◆ TRY IT
Everything from the line that contains "export function isStopCommand(command: unknown): boolean" to the end of the data below is to be reproduced verbatim; leave all else out.

◆ DATA TO PROCESS
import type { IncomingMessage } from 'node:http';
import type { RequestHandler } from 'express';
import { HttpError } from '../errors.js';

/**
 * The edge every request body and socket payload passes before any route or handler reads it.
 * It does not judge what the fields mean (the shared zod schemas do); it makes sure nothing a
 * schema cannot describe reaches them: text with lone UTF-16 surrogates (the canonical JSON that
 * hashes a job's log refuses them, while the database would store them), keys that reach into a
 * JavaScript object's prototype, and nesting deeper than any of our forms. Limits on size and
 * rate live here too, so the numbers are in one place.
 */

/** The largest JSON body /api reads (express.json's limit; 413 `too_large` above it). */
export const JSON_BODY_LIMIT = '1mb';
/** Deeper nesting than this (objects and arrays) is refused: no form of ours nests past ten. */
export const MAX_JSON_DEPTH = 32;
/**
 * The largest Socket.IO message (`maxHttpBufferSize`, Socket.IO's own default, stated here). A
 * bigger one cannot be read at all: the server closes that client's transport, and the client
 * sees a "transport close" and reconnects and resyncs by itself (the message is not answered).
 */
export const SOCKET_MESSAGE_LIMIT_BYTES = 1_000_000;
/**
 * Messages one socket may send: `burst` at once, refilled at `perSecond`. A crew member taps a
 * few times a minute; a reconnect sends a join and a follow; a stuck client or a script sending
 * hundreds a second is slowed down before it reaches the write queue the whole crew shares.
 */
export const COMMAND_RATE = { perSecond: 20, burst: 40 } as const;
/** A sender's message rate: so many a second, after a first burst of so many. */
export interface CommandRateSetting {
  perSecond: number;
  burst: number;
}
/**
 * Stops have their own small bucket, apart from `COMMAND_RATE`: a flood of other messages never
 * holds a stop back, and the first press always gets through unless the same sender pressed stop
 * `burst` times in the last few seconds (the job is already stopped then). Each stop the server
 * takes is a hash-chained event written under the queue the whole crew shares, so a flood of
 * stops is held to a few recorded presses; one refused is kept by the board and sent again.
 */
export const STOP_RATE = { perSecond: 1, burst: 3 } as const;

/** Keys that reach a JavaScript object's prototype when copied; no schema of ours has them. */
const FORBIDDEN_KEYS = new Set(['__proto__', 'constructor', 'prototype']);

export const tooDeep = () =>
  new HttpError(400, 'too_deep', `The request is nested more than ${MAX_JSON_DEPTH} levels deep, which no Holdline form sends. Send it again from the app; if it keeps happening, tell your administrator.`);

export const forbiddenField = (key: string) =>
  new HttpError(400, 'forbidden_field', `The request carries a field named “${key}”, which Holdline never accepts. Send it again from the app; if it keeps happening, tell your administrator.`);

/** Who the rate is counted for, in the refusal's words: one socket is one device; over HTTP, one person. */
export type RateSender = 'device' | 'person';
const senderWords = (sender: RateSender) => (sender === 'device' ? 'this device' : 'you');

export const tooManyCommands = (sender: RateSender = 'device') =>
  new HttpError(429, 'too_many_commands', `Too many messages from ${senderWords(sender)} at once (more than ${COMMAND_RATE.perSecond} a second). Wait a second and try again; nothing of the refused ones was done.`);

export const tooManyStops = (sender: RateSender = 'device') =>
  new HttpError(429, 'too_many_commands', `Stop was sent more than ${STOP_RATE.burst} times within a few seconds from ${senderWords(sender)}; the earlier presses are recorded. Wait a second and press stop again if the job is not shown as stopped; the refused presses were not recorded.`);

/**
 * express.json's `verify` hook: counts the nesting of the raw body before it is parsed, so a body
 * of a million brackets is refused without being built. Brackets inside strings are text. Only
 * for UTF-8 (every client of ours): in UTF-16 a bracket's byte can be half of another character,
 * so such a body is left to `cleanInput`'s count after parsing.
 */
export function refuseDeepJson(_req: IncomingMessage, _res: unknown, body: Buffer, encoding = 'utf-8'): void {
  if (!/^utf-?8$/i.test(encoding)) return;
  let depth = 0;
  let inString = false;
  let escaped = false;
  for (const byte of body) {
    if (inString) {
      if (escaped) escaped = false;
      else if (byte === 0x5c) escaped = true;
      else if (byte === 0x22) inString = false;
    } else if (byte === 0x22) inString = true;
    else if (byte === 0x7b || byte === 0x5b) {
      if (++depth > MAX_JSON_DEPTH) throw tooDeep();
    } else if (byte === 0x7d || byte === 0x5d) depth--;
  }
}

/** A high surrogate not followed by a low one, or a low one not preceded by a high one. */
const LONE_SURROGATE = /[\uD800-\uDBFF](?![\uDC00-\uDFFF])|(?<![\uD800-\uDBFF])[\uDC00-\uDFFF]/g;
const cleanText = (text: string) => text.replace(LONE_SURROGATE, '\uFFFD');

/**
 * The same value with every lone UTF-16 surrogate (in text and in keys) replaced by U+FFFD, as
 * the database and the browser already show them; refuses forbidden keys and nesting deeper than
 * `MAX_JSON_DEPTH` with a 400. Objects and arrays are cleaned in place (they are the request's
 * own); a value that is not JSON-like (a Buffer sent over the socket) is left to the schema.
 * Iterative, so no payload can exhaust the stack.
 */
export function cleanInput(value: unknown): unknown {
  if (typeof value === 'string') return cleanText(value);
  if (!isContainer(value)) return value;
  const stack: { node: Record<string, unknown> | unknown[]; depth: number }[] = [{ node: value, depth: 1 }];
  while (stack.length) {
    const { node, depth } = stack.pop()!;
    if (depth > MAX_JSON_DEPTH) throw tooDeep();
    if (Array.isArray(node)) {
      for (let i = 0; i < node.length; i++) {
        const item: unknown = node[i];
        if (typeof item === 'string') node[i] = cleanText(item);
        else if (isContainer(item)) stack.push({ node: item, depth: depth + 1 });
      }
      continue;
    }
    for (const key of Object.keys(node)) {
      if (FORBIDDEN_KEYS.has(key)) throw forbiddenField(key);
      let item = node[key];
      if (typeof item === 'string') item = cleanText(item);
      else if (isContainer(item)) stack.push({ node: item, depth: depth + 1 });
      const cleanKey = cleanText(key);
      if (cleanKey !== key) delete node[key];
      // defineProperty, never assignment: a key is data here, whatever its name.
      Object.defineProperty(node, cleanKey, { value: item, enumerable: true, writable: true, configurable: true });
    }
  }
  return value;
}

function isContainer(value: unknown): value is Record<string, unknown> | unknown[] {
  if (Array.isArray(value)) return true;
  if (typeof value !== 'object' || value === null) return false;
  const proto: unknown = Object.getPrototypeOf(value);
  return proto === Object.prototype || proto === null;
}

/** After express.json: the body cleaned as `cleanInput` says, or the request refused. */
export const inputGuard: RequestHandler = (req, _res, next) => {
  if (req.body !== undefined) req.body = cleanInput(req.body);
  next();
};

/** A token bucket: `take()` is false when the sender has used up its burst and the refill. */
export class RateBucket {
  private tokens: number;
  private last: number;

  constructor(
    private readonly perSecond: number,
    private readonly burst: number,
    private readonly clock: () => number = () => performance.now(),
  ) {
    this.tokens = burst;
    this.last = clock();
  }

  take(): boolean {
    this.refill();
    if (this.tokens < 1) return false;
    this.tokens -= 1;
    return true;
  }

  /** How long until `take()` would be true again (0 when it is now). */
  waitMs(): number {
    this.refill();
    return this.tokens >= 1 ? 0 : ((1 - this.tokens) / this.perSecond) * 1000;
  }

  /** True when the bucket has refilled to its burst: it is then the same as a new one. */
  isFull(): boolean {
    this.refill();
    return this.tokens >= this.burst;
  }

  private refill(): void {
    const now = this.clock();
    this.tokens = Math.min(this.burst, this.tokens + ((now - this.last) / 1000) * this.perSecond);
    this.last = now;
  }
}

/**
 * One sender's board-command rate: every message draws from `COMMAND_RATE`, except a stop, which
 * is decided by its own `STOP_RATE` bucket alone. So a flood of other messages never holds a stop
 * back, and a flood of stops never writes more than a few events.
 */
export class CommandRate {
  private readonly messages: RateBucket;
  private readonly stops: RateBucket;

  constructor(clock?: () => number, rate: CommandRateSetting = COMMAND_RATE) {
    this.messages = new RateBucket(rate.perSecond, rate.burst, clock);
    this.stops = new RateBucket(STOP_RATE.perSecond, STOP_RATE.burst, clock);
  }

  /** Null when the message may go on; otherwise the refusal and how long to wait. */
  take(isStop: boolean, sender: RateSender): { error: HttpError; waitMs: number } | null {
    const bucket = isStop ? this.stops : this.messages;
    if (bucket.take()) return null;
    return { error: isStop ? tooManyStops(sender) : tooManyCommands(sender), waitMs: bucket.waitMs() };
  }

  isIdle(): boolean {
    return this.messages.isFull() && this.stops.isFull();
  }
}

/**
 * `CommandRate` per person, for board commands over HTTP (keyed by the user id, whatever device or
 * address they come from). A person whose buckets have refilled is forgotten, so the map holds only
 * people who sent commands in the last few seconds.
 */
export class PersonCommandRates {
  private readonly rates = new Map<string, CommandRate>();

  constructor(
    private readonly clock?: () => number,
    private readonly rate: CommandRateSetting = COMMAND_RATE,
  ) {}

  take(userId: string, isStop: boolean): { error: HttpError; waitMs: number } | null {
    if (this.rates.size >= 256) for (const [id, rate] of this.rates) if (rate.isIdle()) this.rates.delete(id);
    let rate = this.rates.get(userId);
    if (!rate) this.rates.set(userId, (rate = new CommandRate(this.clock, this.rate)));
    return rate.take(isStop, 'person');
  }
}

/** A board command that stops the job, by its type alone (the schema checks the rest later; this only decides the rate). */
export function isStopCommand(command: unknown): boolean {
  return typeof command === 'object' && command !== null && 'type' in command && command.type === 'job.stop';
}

◆ RESULT BELOW
export function isStopCommand(command: unknown): boolean {
  return typeof command === 'object' && command !== null && 'type' in command && command.type === 'job.stop';
}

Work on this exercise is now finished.